Dysplastic nevi syndrome, also known as familial melanoma syndrome is the overdevelopment of abnormal/atypical moles.  Dysplastic Nevi Syndrome is an inherited condition characterized by multiple atypical moles and an increased risk of melanoma.  This disorder is also called FAMMM (Familial Atypical Multiple Mole and Melanoma syndrome).
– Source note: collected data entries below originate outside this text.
use super::rows::{Roles, RowRules, Rows, Samples, check_marks};
use super::sidecar::{Sidecar, stem};
use super::stream::Text;
use super::{CoordinateSystem, FileError, FileProblem, GazeTable, PositionUnit};
use super::{RecordedEye, TimeUnit};
use crate::Result;
use std::path::Path;

/// How BIDS tables are cut: by tabs, every line a row.
pub(super) const TABLE: RowRules = RowRules { delimiter: b'\t', merge: false, comments: false };

const NAME: &str = "an eye-tracking table must be called …_physio.tsv or …_physio.tsv.gz";

/// What a BIDS recording leaves unsaid, for [`read_bids_with`]. Default: nothing is added.
///
/// # Example
/// ```
/// use fixational::interchange::{BidsOptions, TimeUnit};
/// let options = BidsOptions::default().time_unit(TimeUnit::Millisecond).missing_value(-32768.0);
/// assert_eq!(options.missing_values, [-32768.0]);
/// ```
#[derive(Debug, Clone, PartialEq, Default)]
#[non_exhaustive]
pub struct BidsOptions {
    /// Unit of the timestamps where the sidecar gives none. One that the sidecar contradicts is an
    /// error.
    pub time_unit: Option<TimeUnit>,
    /// Finite values that stand for a lost sample when either axis has them. Default: none; in BIDS a
    /// missing value is `n/a`.
    pub missing_values: Vec<f64>,
}

impl BidsOptions {
    /// States the unit of the timestamps.
    #[must_use]
    pub fn time_unit(mut self, unit: TimeUnit) -> Self {
        self.time_unit = Some(unit);
        self
    }

    /// Adds a value that stands for a lost sample.
    #[must_use]
    pub fn missing_value(mut self, value: f64) -> Self {
        self.missing_values.push(value);
        self
    }
}

/// Reads a BIDS eye-tracking recording of one eye: `<matches>_recording-<label>_physio.tsv[.gz]` and the
/// sidecars that describe it.
///
/// The table has no header; `Columns` in the sidecar names its columns, in any order. Read are
/// `x_coordinate` and `y_coordinate`, and `timestamp` and `pupil_size` where they are; other columns may
/// hold anything.
///
/// # Sidecars
/// A JSON file applies if it lies in the table's folder or above, has the suffix `physio`, and has no
/// entity (`sub-01`, `task-rest`) that the table has not. Files are merged key by key at the top level
/// (the object of a column is one value); what lies nearer to the table wins, and in one folder the file
/// with more entities. The search ends with the folder that holds `dataset_description.json`, at a folder
/// above the table's own that cannot be listed, or four folders above the table's own. Links are not
/// followed to find a folder.
///
/// | key | |
/// |---|---|
/// | `Columns` | required |
/// | `x_coordinate.Units`, `y_coordinate.Units` | required, the same: pixel, degree (deg, °), radian (rad), arcmin, cm, mm |
/// | `timestamp.Units` | required here if there are timestamps: s, ms, us (µs); or stated in [`BidsOptions`] |
/// | `SamplingFrequency` | Hz, > 0; required without timestamps |
/// | `StartTime` | s |
/// | `PhysioType` | must be `eyetrack` where it is given |
/// | `RecordedEye`, `SampleCoordinateSystem`, `pupil_size.Units` | kept where they are given |
///
/// The standard requires more of these than are needed to read a table; what is not needed may be absent,
/// what is there must be right. The unit of timestamps is never guessed.
///
/// # Errors
/// [`Error::File`](crate::Error::File) with the file, the line and the column of whatever was wrong.
///
/// # Source
/// Brain Imaging Data Structure 1.11, "Physiological recordings: eye-tracking" and "The inheritance
/// principle".
///
/// # Example
/// ```
/// use fixational::interchange::{PositionUnit, RecordedEye, read_bids};
/// let folder = tempfile::tempdir()?;
/// let path = folder.path().join("sub-01_task-rest_recording-eye1_physio.tsv");
/// std::fs::write(&path, "1000\t512.0\t384.5\n1002\tn/a\tn/a\n1004\t513.5\t384.0\n")?;
/// std::fs::write(
///     folder.path().join("sub-01_task-rest_recording-eye1_physio.json"),
///     r#"{
///         "SamplingFrequency": 500, "StartTime": 0, "PhysioType": "eyetrack",
///         "Columns": ["timestamp", "x_coordinate", "y_coordinate"],
///         "RecordedEye": "left", "SampleCoordinateSystem": "gaze-on-screen",
///         "timestamp": { "Units": "ms" },
///         "x_coordinate": { "Units": "pixel" }, "y_coordinate": { "Units": "pixel" }
///     }"#,
/// )?;
/// let table = read_bids(&path)?;
/// assert_eq!(table.time.as_deref(), Some(&[1.000, 1.002, 1.004][..])); // seconds
/// assert_eq!((table.x[0], table.y[0], table.unit), (512.0, 384.5, PositionUnit::Pixel));
/// assert_eq!((table.eye, table.stated_rate), (Some(RecordedEye::Left), Some(500.0)));
/// assert_eq!(table.missing(), 1);
/// # Ok::<(), Box<dyn std::error::Error>>(())
/// ```
pub fn read_bids(path: impl AsRef<Path>) -> Result<GazeTable> {
    read_bids_with(path, &BidsOptions::default())
}

/// [`read_bids`] with what the file leaves unsaid.
///
/// # Errors
/// As [`read_bids`]; [`Error::Parameter`](crate::Error::Parameter) for a missing value that is not finite.
///
/// # Example
/// ```
/// use fixational::interchange::{BidsOptions, TimeUnit, read_bids, read_bids_with};
/// let folder = tempfile::tempdir()?;
/// let path = folder.path().join("sub-01_recording-eye1_physio.tsv");
/// std::fs::write(&path, "0\t0\t0\n2\t0.25\t-0.5\n")?;
/// std::fs::write(
///     folder.path().join("sub-01_recording-eye1_physio.json"),
///     r#"{ "Columns": ["timestamp", "x_coordinate", "y_coordinate"],
///          "x_coordinate": { "Units": "deg" }, "y_coordinate": { "Units": "deg" } }"#,
/// )?;
/// // The sidecar does not say what a timestamp of 2 means.
/// assert!(read_bids(&path).unwrap_err().to_string().contains("`timestamp.Units`"));
/// let options = BidsOptions::default().time_unit(TimeUnit::Millisecond).missing_value(0.0);
/// let table = read_bids_with(&path, &options)?;
/// assert_eq!(table.time.as_deref(), Some(&[0.0, 0.002][..]));
/// assert!(table.x[0].is_nan() && table.marked_missing == 1);
/// # Ok::<(), Box<dyn std::error::Error>>(())
/// ```
pub fn read_bids_with(path: impl AsRef<Path>, options: &BidsOptions) -> Result<GazeTable> {
    let path = path.as_ref();
    check_marks(&options.missing_values)?;
    if !stem(path).is_some_and(|stem| stem == "physio" || stem.ends_with("_physio")) {
        return Err(FileError::new(path, FileProblem::FileName { rule: NAME }).into_error());
    }
    // A file that is not there should say so, not miss its sidecar.
    let text = Text::open(path)?;
    let sidecar = Sidecar::collect(path, NAME)?;
    let columns = sidecar.columns()?;
    let roles = roles(&sidecar, &columns)?;
    let time_unit = time_unit(&sidecar, roles, options.time_unit)?;
    let unit = position_unit(&sidecar)?;
    let rule = "must be a number above zero, in Hz";
    let stated_rate =
        sidecar.number("SamplingFrequency", rule, |rate| rate.is_finite() && rate > 0.0)?;
    if stated_rate.is_none() && roles.time.is_none() {
        let rule = "is required where there are no timestamps: a number above zero, in Hz";
        return Err(sidecar.wrong("SamplingFrequency", "SamplingFrequency", rule));
    }
    let start_time = sidecar.number("StartTime", "must be a number, in seconds", f64::is_finite)?;
    sidecar
        .word("PhysioType", "must be \"eyetrack\"", |word| (word == "eyetrack").then_some(()))?;
    let eye = sidecar.word("RecordedEye", RecordedEye::RULE, RecordedEye::parse)?;
    let coordinates =
        sidecar.word("SampleCoordinateSystem", CoordinateSystem::RULE, CoordinateSystem::parse)?;
    let pupil_unit = sidecar.unit("pupil_size", "any", |text| Some(text.to_owned()))?;

    let mut rows = Rows::new(text, path, &columns, TABLE, 0);
    let clock = time_unit.unwrap_or(TimeUnit::Second);
    let samples = Samples::read(&mut rows, roles, clock, &options.missing_values)?;
    drop(rows);
    Ok(GazeTable {
        source: path.to_path_buf(),
        sidecars: sidecar.files,
        columns,
        time: roles.time.map(|_| samples.time),
        time_unit,
        x: samples.x,
        y: samples.y,
        unit,
        pupil: roles.pupil.map(|_| samples.pupil),
        pupil_unit: pupil_unit.filter(|_| roles.pupil.is_some()),
        stated_rate,
        start_time,
        eye,
        coordinates,
        half_missing: samples.half_missing,
        marked_missing: samples.marked_missing,
    })
}

/// Which column is which, by the names that the standard gives them.
fn roles(sidecar: &Sidecar, columns: &[String]) -> Result<Roles> {
    let find = |name: &str| columns.iter().position(|column| column == name);
    let need = |name: &str| {
        find(name).ok_or_else(|| {
            let (column, present) = (name.to_owned(), columns.to_vec());
            let problem = FileProblem::MissingColumn { column, present };
            FileError::new(sidecar.origin("Columns"), problem).into_error()
        })
    };
    Ok(Roles {
        time: find("timestamp"),
        x: need("x_coordinate")?,
        y: need("y_coordinate")?,
        pupil: find("pupil_size"),
    })
}

/// The unit of both axes.
fn position_unit(sidecar: &Sidecar) -> Result<PositionUnit> {
    let of = |column: &str| {
        let unit = sidecar.unit(column, PositionUnit::KNOWN, PositionUnit::parse)?;
        unit.ok_or_else(|| {
            let rule = "is required: the unit of the positions, such as \"pixel\" or \"deg\"";
            sidecar.wrong(column, &format!("{column}.Units"), rule)
        })
    };
    let (x, y) = (of("x_coordinate")?, of("y_coordinate")?);
    if x == y {
        return Ok(x);
    }
    let rule = "must be the unit of the x_coordinate";
    Err(sidecar.wrong("y_coordinate", "y_coordinate.Units", rule))
}

/// The unit of the timestamps, by the sidecar or else by the caller.
fn time_unit(
    sidecar: &Sidecar,
    roles: Roles,
    stated: Option<TimeUnit>,
) -> Result<Option<TimeUnit>> {
    if roles.time.is_none() {
        return Ok(None);
    }
    let rule = match (sidecar.unit("timestamp", TimeUnit::KNOWN, TimeUnit::parse)?, stated) {
        (Some(unit), None) => return Ok(Some(unit)),
        (None, Some(unit)) => return Ok(Some(unit)),
        (Some(unit), Some(stated)) if unit == stated => return Ok(Some(unit)),
        (Some(_), Some(_)) => "is not the unit that the caller stated",
        (None, None) => {
            "is missing: \"s\", \"ms\" or \"us\"; where the file cannot be changed, state it in the \
             options"
        }
    };
    Err(sidecar.wrong("timestamp", "timestamp.Units", rule))
}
Those with DNS tend to acquire melanoma at an earlier age than those without abnormal moles. For individuals with DNS, having a family member who has had melanoma increases the risk of developing melanoma. About two to eight percent of the Caucasian population has these moles and those with two or more close blood relatives that have the disease, have an increased risk of developing melanoma, a serious type of skin cancer.  However, those individuals who have dysplastic nevi syndrome and have no family history of melanoma, have a 27 times higher risk of developing melanoma compared to the general population. Individuals with this disorder have many large moles with differing shades of color. This predominantly develops in patients with a clear complexion, blue eyes, and the presence of numerous nevi. Lesions are located mainly on the upper trunk, back, limbs, abdomen and arms. The number of moles can range from 50 to over 100.  At least one of the moles is over 8 mm in diameter. At least one mole will have abnormal features such as: asymmetry, variable color within the mole, irregular borders, size over 6mm, or rapid change in appearance.  If you suspect you may have atypical moles or atypical mole syndrome, make an appointment with your dermatologist at your earliest conveniences. The doctor may examine the mole(s) with a dermatoscope, or may perform a biopsy.